A 1,000-line CLAUDE.md burns 7,000–10,000 tokens per turn in Claude Code. That's instructions the model already knows from reading the codebase, according to a detailed analysis by developer Abd Rahman Saber Abdo.
Key facts
- 1,000-line CLAUDE.md = 7,000-10,000 tokens per turn.
- Skills load ~50 tokens vs 7K+ for CLAUDE.md.
- 95% of agent setups don't need a CLAUDE.md.
- Model at 85% context utilization is measurably worse than at 30%.
- Recursive skill building: workflow → run → skill → failure → fix.
The ritual is everywhere in AI coding agents: you create a CLAUDE.md, list your framework, coding style, and response tone. It feels productive. But it's likely making your agent dumber and wasting money, argues developer Abd Rahman Saber Abdo in a technical deep-dive [According to the source].
The Token Math
When you have a CLAUDE.md file, its entire contents get injected into the context window at the start of every single conversation turn. Not just once — every turn. A 1,000-line file is roughly 7,000–10,000 tokens. Multiply that across a long session with 20–30 back-and-forth exchanges, and you've burned a meaningful chunk of your available context on instructions the model already knows. When you write "This project uses React" in your CLAUDE.md, you're telling the model something it can figure out by looking at your package.json. When you write "use TypeScript" in a project full of .ts files, you're burning tokens to state the obvious [According to the source].
The 95% case — the overwhelming majority of agent setups — doesn't need a CLAUDE.md at all. The exception is when you have genuinely proprietary information: your company's internal methodology, a specific domain convention that's not derivable from the code, something the model has no way to infer. That's the 5% [According to the source].
Skills and Progressive Disclosure
A skill file looks similar to a CLAUDE.md on the surface — it's a markdown file with a name, a description, and a body of detailed instructions. The difference is how it's loaded into context. With a CLAUDE.md, the full content is always present. With a skill, only the name and description are injected into context. The body stays on disk until the agent decides it's relevant. So instead of burning 7,000 tokens on every turn, you're burning maybe 50 — two sentences that tell the agent "this skill exists, and here's roughly what it's for." When the agent encounters a task that matches that description, it reads the rest. Otherwise, it doesn't [According to the source].
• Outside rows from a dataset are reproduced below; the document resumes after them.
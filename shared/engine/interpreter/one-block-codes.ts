import { LETTER } from '../blocks/block';
import { hasAxisWord, moveStraight, namedAxes, readTarget } from './motions';
import { tellProblem, type Run } from './run';

/** G28 and G30: by way of the stated point to the stored one, which is in machine coordinates. */
export function moveHome(run: Run, code: number): void {
  const { block, machine, controller } = run;
  const name = code === 280 ? 'G28' : 'G30';
  const { references } = run.shop.setup.machine;
  const home = code === 280 ? references.g28 : references.g30;
  const named = namedAxes(block.seen);
  if (hasAxisWord(block.seen)) {
    run.motion.named = named;
    moveStraight(run, 'rapid', 'home', readTarget(run, run.target), NaN);
  }
  if (!home) {
    tellProblem(run, 'not-modelled', { code: name }, { what: name, reason: 'no-reference' });
    return;
  }
  const all = controller.switches.homeAxes === 'all' || named === 0;
  const { target } = run;
  target.x = all || block.has(LETTER.X) ? home.x : machine.x;
  target.y = all || block.has(LETTER.Y) ? home.y : machine.y;
  target.z = all || block.has(LETTER.Z) ? home.z : machine.z;
  target.a = machine.a;
  run.motion.named = all ? 7 : named;
  moveStraight(run, 'rapid', 'home', target, NaN);
}
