import { test } from 'vitest';
import { checkRule } from '../testing/check-rule';
import { outOfRangeWord } from './out-of-range-word';

test('flags a tool number that is not whole', () => {
  checkRule(
    outOfRangeWord,
    {},
    `
T1.5 M6
^^^^ out-of-range-word: T1.5 is not a whole number; T has to be one.
M30
`,
  );
});

test('flags a negative feed and a negative speed', () => {
  checkRule(
    outOfRangeWord,
    {},
    `
G1 X10 F-500
       ^^^^^ out-of-range-word: F-500 is negative; F has to be zero or more.
M3 S-18000
   ^^^^^^^ out-of-range-word: S-18000 is negative; S has to be zero or more.
M30
`,
  );
});

test('flags a code finer than one decimal', () => {
  checkRule(
    outOfRangeWord,
    {},
    `
G54.25
^^^^^^ out-of-range-word
M30
`,
  );
});

test('allows a whole number written with a point', () => {
  checkRule(
    outOfRangeWord,
    {},
    `
T1. M6
S18000. M3
M30
`,
  );
});

test('flags values that cannot be worked out', () => {
  checkRule(
    outOfRangeWord,
    {},
    `
G0 X[1/0]
   ^^^^^^ out-of-range-word: X[1/0] divides by zero.
G0 Y SQRT[-1]
   ^^^^^^^^^^ out-of-range-word: Y SQRT[-1] asks SQRT of a value it does not take.
G0 X[[0-8]**0.5]
   ^^^^^^^^^^^^^ out-of-range-word: X[[0-8]**0.5] raises a negative number to a fraction.
G0 X[TAN[90]]
   ^^^^^^^^^^ out-of-range-word: X[TAN[90]] comes out larger than any controller counts.
#100000=1
^^^^^^^^^ out-of-range-word: “#100000=1” names the parameter #100000, which this controller does not have.
#1.5=2
^^^^^^ out-of-range-word: “#1.5=2” names the parameter #1.5, and a parameter has a whole number.
G0 Z#<depth>
   ^^^^^^^^^ out-of-range-word: Z#<depth> reads #<depth>, which nothing has set before.
M30
`,
  );
});

test('allows the same values where they can be worked out', () => {
  checkRule(
    outOfRangeWord,
    {},
    `
#<depth>=[0-SQRT[4]]
#5399=1
G0 X[1/2] Y SQRT[1] Z#<depth>
M30
`,
  );
});

test('flags turns of an arc that are no whole number from one on', () => {
  checkRule(
    outOfRangeWord,
    {},
    `
G21 G90 G54 G17 F500
G3 I10 P1.5
       ^^^^ out-of-range-word: P1.5 is not a whole number; P has to be one.
G3 I10 P0
       ^^ out-of-range-word: P0 has to be more than zero.
G3 I10 P5000
       ^^^^^ out-of-range-word: P5000 asks for more turns than any arc makes.
G3 I10 P3
M30
`,
  );
});

test('flags a diameter offset the table does not hold, by number or as that of the held tool', () => {
  checkRule(
    outOfRangeWord,
    { controller: { diameterOffsetShift: 50 } },
    `
G21 G90 G54 G17 F500
T2 M6
G41 D99
    ^^^ out-of-range-word: D99 names an offset that the table does not hold.
G1 X50
G40 X90
G41
^^^ out-of-range-word: G41 takes D52, a diameter offset which the table does not hold.
G1 X150
G40 X200
M30
`,
  );
});
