import { LIMIT_SLACK } from '../geometry/tolerance';
import type { CompensationEvent, MachineState, Motion } from '../interpreter/events';
import type { FindingData } from '../report/report';
import type { Shop } from '../shop/shop';
import { figure, text } from './finding-data';
import { defineRule } from './rule';

/** Cutter compensation that cannot be started, ended or followed as written. */
export const compensationEntry = defineRule({
  id: 'compensation-entry',
  group: 'state',
  title: 'Cutter compensation starts, ends or turns where it cannot',
  severity: 'stop',
  protects: 'The work from a gouge at the lead-in, and the run from an alarm.',
  explanation:
    'Compensation is switched on and off by a straight move, and switched on by one longer than the compensation value; an arc turned on its inside must be wider than it (NISTIR 6556, appendix B). The value taken is half the diameter in the offset table. Inside corners between straight lines are not judged: many controllers round them.',
  examples: {
    bad: 'G21 G90 G54 G17\nT2 M6\nG0 X0 Y0\nG41 D2\nG1 X1 F1000\nX50\nG40\nM30',
    good: 'G21 G90 G54 G17\nT2 M6\nG0 X0 Y0\nG41 D2\nG1 X10 F1000\nX50\nG40\nM30',
  },
  word: (data, lengths) => ({
    message: describe(data, lengths.length),
    advice:
      text(data, 'reason') === 'plane'
        ? 'Select G17 before cutter compensation is switched on.'
        : 'Lead in and out on a straight line longer than the compensation, or use a smaller cutter.',
  }),
  observe: (shop, report) => {
    let side: CompensationEvent['side'] = 'off';
    let isSwitching = false;
    let radius = NaN;
    return {
      problem({ problem, place, facts }, state) {
        if (problem !== 'compensation-entry') return;
        report.found({ cause: String(facts['reason']), at: place, data: { ...facts } }, state);
      },
      compensation(event, state) {
        isSwitching = event.side !== side;
        side = event.side;
        if (side !== 'off') radius = compensationRadius(shop, event.number, state);
      },
      motion(motion, state) {
        if (side === 'off' && !isSwitching) return;
        if (motion.fromX === motion.toX && motion.fromY === motion.toY && motion.kind !== 'arc')
          return;
        const fault = judgeMove(motion, side, isSwitching, radius);
        isSwitching = false;
        if (!fault) return;
        const at = state.place({ letters: 'XYIJR' });
        const cause = `${String(fault['reason'])} ${side}`;
        report.found({ cause, by: radius, at, data: fault }, state);
      },
    };
  },
});

/** Half the diameter of the offset named, or of the held tool's own; NaN where it is not known. */
function compensationRadius(shop: Shop, number: number | null, state: MachineState): number {
  const { controller, offsets } = shop.setup;
  if (number === 0) return 0;
  const own = (state.held.number ?? NaN) + controller.diameterOffsetShift;
  return Math.abs(offsets.diameter[String(number ?? own)] ?? NaN) / 2;
}

function judgeMove(
  motion: Motion,
  side: CompensationEvent['side'],
  isSwitching: boolean,
  radius: number,
): FindingData | undefined {
  const isArc = motion.kind === 'arc';
  if (isSwitching && isArc) return { reason: 'arc', side };
  if (side === 'off') return undefined;
  if (isSwitching) {
    const length = Math.hypot(motion.toX - motion.fromX, motion.toY - motion.fromY);
    return length <= radius + LIMIT_SLACK ? { reason: 'short', length, radius } : undefined;
  }
  const isInside = isArc && motion.plane === 'xy' && motion.turn > 0 === (side === 'left');
  return isInside && motion.radius <= radius + LIMIT_SLACK
    ? { reason: 'tight', arc: motion.radius, radius }
    : undefined;
}

function describe(data: FindingData, length: (mm: number) => string): string {
  const by = length(figure(data, 'radius'));
  switch (text(data, 'reason')) {
    case 'arc':
      return `Cutter compensation is switched ${text(data, 'side') === 'off' ? 'off' : 'on'} on an arc.`;
    case 'short':
      return `The move that switches compensation on is ${length(figure(data, 'length'))} long, no longer than the compensation of ${by}.`;
    case 'tight':
      return `An inside arc of radius ${length(figure(data, 'arc'))} is no wider than the compensation of ${by}.`;
    default:
      return 'Cutter compensation is switched on outside the XY plane.';
  }
}
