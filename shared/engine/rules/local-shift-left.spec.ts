import { test } from 'vitest';
import { checkRule } from '../testing/check-rule';
import { localShiftLeft } from './local-shift-left';

test('flags a shift at the end where the end code does not clear it', () => {
  checkRule(
    localShiftLeft,
    { controller: { language: 'custom-macro' } },
    `
G21 G90 G54
G52 X100
G0 X0
M30
^^^ local-shift-left: A shift of X 100 mm (3.937 in) is still on as the program ends (set in line 2).
`,
  );
});

test('allows it where M30 clears it', () => {
  checkRule(
    localShiftLeft,
    {},
    `
G21 G90 G54
G52 X100
G0 X0
M30
`,
  );
});

test('allows a shift that the program cancels', () => {
  checkRule(
    localShiftLeft,
    { controller: { language: 'custom-macro' } },
    `
G21 G90 G54
G52 X100
G0 X0
G52 X0 Y0
M30
`,
  );
});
That's progressive disclosure. The agent reaches for what it needs rather than carrying everything all the time.
The Biggest Mistake: Writing Skills Before Teaching
A skill written without a recorded successful run is just guesswork. The agent has no reference for what "good" looks like in your specific context. It'll follow the steps mechanically, encounter edge cases you didn't anticipate, and either fail silently or hallucinate its way through gaps in the instructions [According to the source].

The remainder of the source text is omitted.